** What is expected **
Each line below from the one containing "1998, Am J Public" through the one containing "lo, hi = np.percentile(draws, [2.5, 97.5])" should be output exactly as it stands, and no other line should appear.

Collected data entries
=====

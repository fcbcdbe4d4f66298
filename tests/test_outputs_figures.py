"""Plot functions draw what they claim: checked through the artists' data.

Each figure is found by the ``gid`` its function documents; the plotted
numbers are compared with outside references (closed forms derived here,
scipy.stats densities, the multi-category formula) and with the core
objects they come from.
"""

from __future__ import annotations

import matplotlib

matplotlib.use("Agg")

import matplotlib.pyplot as plt
import numpy as np
import pytest
from matplotlib.axes import Axes
from scipy import integrate, stats
from test_outputs_cases import DOSE, RR, UNIT, make_exposure, make_results

from doseattr.outputs import figures
from doseattr.outputs.gallery import render_figures


@pytest.fixture(scope="module")
def results():
    return make_results()


@pytest.fixture(autouse=True)
def _close_figures():
    yield
    plt.close("all")


def by_gid(ax: Axes, gid: str):
    found = [a for a in ax.get_children() if a.get_gid() == gid]
    found += [a for a in ax.get_lines() if a.get_gid() == gid and a not in found]
    assert found, f"no artist with gid {gid!r}"
    return found[0]


def test_plot_curve_line_is_the_closed_form_curve(results):
    """Log-linear curve held flat beyond M: RR(x) = exp(b (min(x, M) - x_ref))
    (the model's definition); the plotted line must equal it at the plotted x."""
    curve = results.curve
    ax = figures.plot_curve(curve, results.band_table, unit=UNIT)
    assert isinstance(ax, Axes)
    line = by_gid(ax, "fitted-rr")
    x, y = line.get_xdata(), line.get_ydata()
    b, xref, top = float(curve.coef[0]), curve.model.reference_dose, curve.max_dose
    np.testing.assert_allclose(y, np.exp(b * (np.minimum(x, top) - xref)), rtol=1e-12, atol=0)
    np.testing.assert_allclose(y, curve.rr(x), rtol=1e-14, atol=0)
    assert x.max() > top  # the flat part is shown
    assert UNIT in ax.get_xlabel()


def test_plot_curve_band_is_the_wald_interval(results):
    r"""Pointwise band of a one-coefficient log-linear curve, derived:
    log RR(x) = b (x - x_ref) so se(log RR(x)) = |x - x_ref| se(b) below M
    (delta method, exact for a linear function); the band is
    exp(b (x - x_ref) -/+ z se) with z = scipy.stats.norm.ppf(0.975)."""
    curve = results.curve
    ax = figures.plot_curve(curve, results.band_table, unit=UNIT)
    x = by_gid(ax, "fitted-rr").get_xdata()
    poly = by_gid(ax, "rr-band").get_paths()[0].vertices
    b, xref, top = float(curve.coef[0]), curve.model.reference_dose, curve.max_dose
    se_b = float(np.sqrt(curve.cov[0, 0]))
    z = stats.norm.ppf(0.975)
    xc = np.minimum(x, top)
    lo = np.exp(b * (xc - xref) - z * np.abs(xc - xref) * se_b)
    hi = np.exp(b * (xc - xref) + z * np.abs(xc - xref) * se_b)
    # fill_between's polygon runs along one edge and back along the other
    np.testing.assert_allclose(np.interp(x, *_edge(poly, max)), hi, rtol=1e-6, atol=0)
    np.testing.assert_allclose(np.interp(x, *_edge(poly, min)), lo, rtol=1e-6, atol=0)


def _edge(poly: np.ndarray, pick) -> tuple[np.ndarray, np.ndarray]:
    xs = np.unique(poly[:, 0])
    return xs, np.array([pick(poly[poly[:, 0] == v, 1]) for v in xs])


def test_plot_curve_shows_study_bands_at_assigned_doses(results):
    ax = figures.plot_curve(results.curve, results.band_table, unit=UNIT)
    container = [c for c in ax.containers if c.get_label().startswith("study")]
    assert len(container) == 1
    data_line = container[0].lines[0]
    np.testing.assert_array_equal(data_line.get_xdata(), DOSE[1:])
    np.testing.assert_array_equal(data_line.get_ydata(), RR[1:])
    ref = by_gid(ax, "reference-band")
    assert list(ref.get_xdata()) == [DOSE[0]] and list(ref.get_ydata()) == [1.0]
    vline = by_gid(ax, "max-dose")
    assert vline.get_xdata()[0] == results.curve.max_dose
    assert vline.get_linestyle() == ":"


def test_plot_curve_uses_given_axes(results):
    _fig, ax = plt.subplots()
    assert figures.plot_curve(results.curve, ax=ax) is ax
    assert by_gid(ax, "fitted-rr") is not None
    assert not list(ax.containers)  # no band table, no error bars


def test_plot_exposure_density_matches_scipy(results):
    """Fitted density against scipy.stats.lognorm(s=ln GSD, scale=GM).pdf
    (reference library)."""
    ex = results.exposure
    ax = figures.plot_exposure(ex, unit=UNIT)
    line = by_gid(ax, "fitted-density")
    x, y = line.get_xdata(), line.get_ydata()
    ref = stats.lognorm(s=np.log(ex.parameters["gsd"]), scale=ex.parameters["gm"]).pdf(x)
    np.testing.assert_allclose(y, ref, rtol=1e-10, atol=1e-300)


def test_plot_exposure_histogram_areas_and_censored_marks(results):
    r"""Bar areas are weighted shares: sum_j h_j w_j = sum_{detected} w_i / W
    (derivation: h_j = (sum of weights in bin j) / (W width_j)). Non-detects
    are drawn one marker each at their detection limit."""
    ex = results.exposure
    fit = ex.fit
    ax = figures.plot_exposure(ex, unit=UNIT)
    bars = [p for p in ax.patches if p.get_gid() == "data-hist"]
    assert bars
    area = sum(p.get_height() * p.get_width() for p in bars)
    w, det = np.asarray(fit.weights), np.asarray(fit.detected_mask)
    assert area == pytest.approx(w[det].sum() / w.sum(), rel=1e-12)
    marks = by_gid(ax, "censored-marks")
    np.testing.assert_array_equal(np.sort(marks.get_xdata()), np.sort(fit.values[~det]))
    assert len(marks.get_xdata()) == fit.censored


def test_plot_qq_without_censoring_uses_rank_positions():
    """Without non-detects the plotting positions are r/(n+1) (Weibull
    positions, common practice; Helsel 2012), so the x of the i-th smallest
    value is scipy.stats.lognorm(s=ln GSD, scale=GM).ppf(i/(n+1))."""
    ex = make_exposure(censored=False)
    ax = figures.plot_qq(ex, unit=UNIT)
    pts = by_gid(ax, "qq-detected")
    order = np.argsort(pts.get_ydata())
    y = np.asarray(pts.get_ydata())[order]
    x = np.asarray(pts.get_xdata())[order]
    n = ex.fit.n
    f = stats.lognorm(s=np.log(ex.parameters["gsd"]), scale=ex.parameters["gm"])
    np.testing.assert_array_equal(y, np.sort(ex.fit.values))
    np.testing.assert_allclose(x, f.ppf(np.arange(1, n + 1) / (n + 1)), rtol=1e-10)
    assert ax.get_xscale() == "log" and not [a for a in ax.get_lines()
                                              if a.get_gid() == "qq-censored"]


def test_plot_qq_marks_nondetects_at_their_limit(results):
    ex = results.exposure
    ax = figures.plot_qq(ex)
    cen = by_gid(ax, "qq-censored")
    det = np.asarray(ex.fit.detected_mask)
    assert len(cen.get_ydata()) == ex.fit.censored
    np.testing.assert_array_equal(np.sort(cen.get_ydata()), np.sort(ex.fit.values[~det]))
    # a non-detect's position lies below every detect's (single limit under all detects)
    assert max(cen.get_xdata()) < min(by_gid(ax, "qq-detected").get_xdata())


def test_plot_contribution_is_the_burden_density_with_area_paf(results):
    r"""The plotted line is contribution.density; its area is the PAF
    (PAF = \int f(x)(RR_m(x) - 1)/E[RR_m] dx), checked by the trapezoid rule
    on the plotted grid against the PAF itself (the grid stops at the
    99.9th percentile and is coarse, hence rel=2e-2)."""
    con = results.contribution
    ax = figures.plot_contribution(con, unit=UNIT, minimum_risk=results.minimum_risk)
    line = by_gid(ax, "burden-density")
    np.testing.assert_array_equal(line.get_ydata(), con.density)
    area = integrate.trapezoid(line.get_ydata(), line.get_xdata())
    assert area == pytest.approx(results.paf.estimate, rel=2e-2)
    assert by_gid(ax, "burden-median").get_xdata()[0] == con.median


def test_plot_categorical_bars_are_multi_category_pafs(results):
    r"""Bar heights (percent) equal the multi-category formula
    sum p_i(RR_i - 1) / (1 + sum p_i(RR_i - 1)) (Rockhill, Newman & Weinberg
    1998, Am J Public Health 88:15) recomputed here from the shares and RRs;
    the dashed line is the continuous PAF."""
    cat = results.categorical
    ax = figures.plot_categorical(cat)
    bars = [p for p in ax.patches if p.get_gid() == "method-bars"]
    assert len(bars) == len(cat.methods) == 3  # reported, midpoint, band-mean
    for bar, m in zip(bars, cat.methods):
        excess = float(np.sum(cat.shares * (np.asarray(m.rr) - 1)))
        assert bar.get_height() == pytest.approx(100 * excess / (1 + excess), rel=1e-12)
    assert by_gid(ax, "continuous-paf").get_ydata()[0] == pytest.approx(
        100 * results.paf.estimate, rel=1e-12)


def test_plot_convergence_draws_every_band_count(results):
    cat = results.categorical
    ax = figures.plot_convergence(cat)
    line = by_gid(ax, "convergence")
    np.testing.assert_array_equal(line.get_xdata(), np.arange(2, 21))
    np.testing.assert_allclose(line.get_ydata(), [100 * p for _, p in cat.convergence],
                               rtol=1e-14)


def test_plot_draws_and_strata():
    rng = np.random.default_rng(5)
    draws = rng.beta(20, 80, 500)
    lo, hi = np.percentile(draws, [2.5, 97.5])
    ax = figures.plot_draws(draws, estimate=0.2, lower=lo, upper=hi)
    counts = [p.get_height() for p in ax.patches]
    assert sum(counts) == 500
    assert sum(p.get_height() for p in ax.patches if p.get_gid() == "draws-hist") == 500


def test_plot_strata_whiskers():
    """Bars as long as the estimates, whiskers from lower to upper, first
    name at the top; a stratum without limits gets no whisker."""
    from doseattr.outputs.burden_figures import plot_strata

    ax = plot_strata(["north", "south", "east"], [10.0, 4.0, 7.5],
                     lower=[8.0, None, 6.0], upper=[12.0, None, 9.0])
    bars = sorted((p for p in ax.patches if p.get_gid() == "strata-bars"),
                  key=lambda p: -p.get_y())
    assert [p.get_width() for p in bars] == [10.0, 4.0, 7.5]
    seg = next(c for c in ax.collections if c.get_gid() == "strata-whiskers").get_segments()
    assert sorted((s[0][0], s[1][0]) for s in seg) == [(6.0, 9.0), (8.0, 12.0)]
    assert [t.get_text() for t in ax.get_yticklabels()] == ["north", "south", "east"]


def test_render_figures_gives_pngs(results):
    pngs = render_figures(results)
    assert set(pngs) == {"curve", "exposure", "qq", "contribution", "categorical"}
    for data in pngs.values():
        assert data[:8] == b"\x89PNG\r\n\x1a\n"


def test_plot_curve_power_without_offset_leaves_zero_out():
    r"""Power curve RR = (x / x_ref)^b (offset 0) has no finite RR at x = 0
    (the model refuses it); the plot starts just above zero and equals the
    closed form (min(x, M) / x_ref)^b, with no numpy warning."""
    from doseattr.core.curves.published import published_curve

    curve = published_curve("power", exponent=0.3, ci=(0.2, 0.4), reference_dose=2.0,
                            max_dose=50.0)
    ax = figures.plot_curve(curve, unit=UNIT, x_max=60.0)
    line = by_gid(ax, "fitted-rr")
    x, y = line.get_xdata(), line.get_ydata()
    assert 0.0 < x[0] < 0.1 and x[-1] == 60.0
    np.testing.assert_allclose(y, (np.minimum(x, 50.0) / 2.0) ** 0.3, rtol=1e-12)


def test_plot_curve_names_a_fitted_curve_from_its_fit_record(results):
    """The legend says "fitted curve" for a curve carrying the diagnostics
    of its fit to the study's bands (``Curve.fit``), "curve" for one
    entered from a publication (no fit)."""
    from doseattr.core.curves.published import published_curve

    assert results.curve.fit is not None
    ax = figures.plot_curve(results.curve, results.band_table, unit=UNIT)
    assert by_gid(ax, "fitted-rr").get_label() == "fitted curve"
    entered = published_curve("log-linear", rr=1.2, per=10.0, ci=(1.1, 1.3))
    assert entered.fit is None
    assert by_gid(figures.plot_curve(entered, unit=UNIT), "fitted-rr").get_label() == "curve"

=====

** Task answer **
    1998, Am J Public Health 88:15) recomputed here from the shares and RRs;
    the dashed line is the continuous PAF."""
    cat = results.categorical
    ax = figures.plot_categorical(cat)
    bars = [p for p in ax.patches if p.get_gid() == "method-bars"]
    assert len(bars) == len(cat.methods) == 3  # reported, midpoint, band-mean
    for bar, m in zip(bars, cat.methods):
        excess = float(np.sum(cat.shares * (np.asarray(m.rr) - 1)))
        assert bar.get_height() == pytest.approx(100 * excess / (1 + excess), rel=1e-12)
    assert by_gid(ax, "continuous-paf").get_ydata()[0] == pytest.approx(
        100 * results.paf.estimate, rel=1e-12)


def test_plot_convergence_draws_every_band_count(results):
    cat = results.categorical
    ax = figures.plot_convergence(cat)
    line = by_gid(ax, "convergence")
    np.testing.assert_array_equal(line.get_xdata(), np.arange(2, 21))
    np.testing.assert_allclose(line.get_ydata(), [100 * p for _, p in cat.convergence],
                               rtol=1e-14)


def test_plot_draws_and_strata():
    rng = np.random.default_rng(5)
    draws = rng.beta(20, 80, 500)
    lo, hi = np.percentile(draws, [2.5, 97.5])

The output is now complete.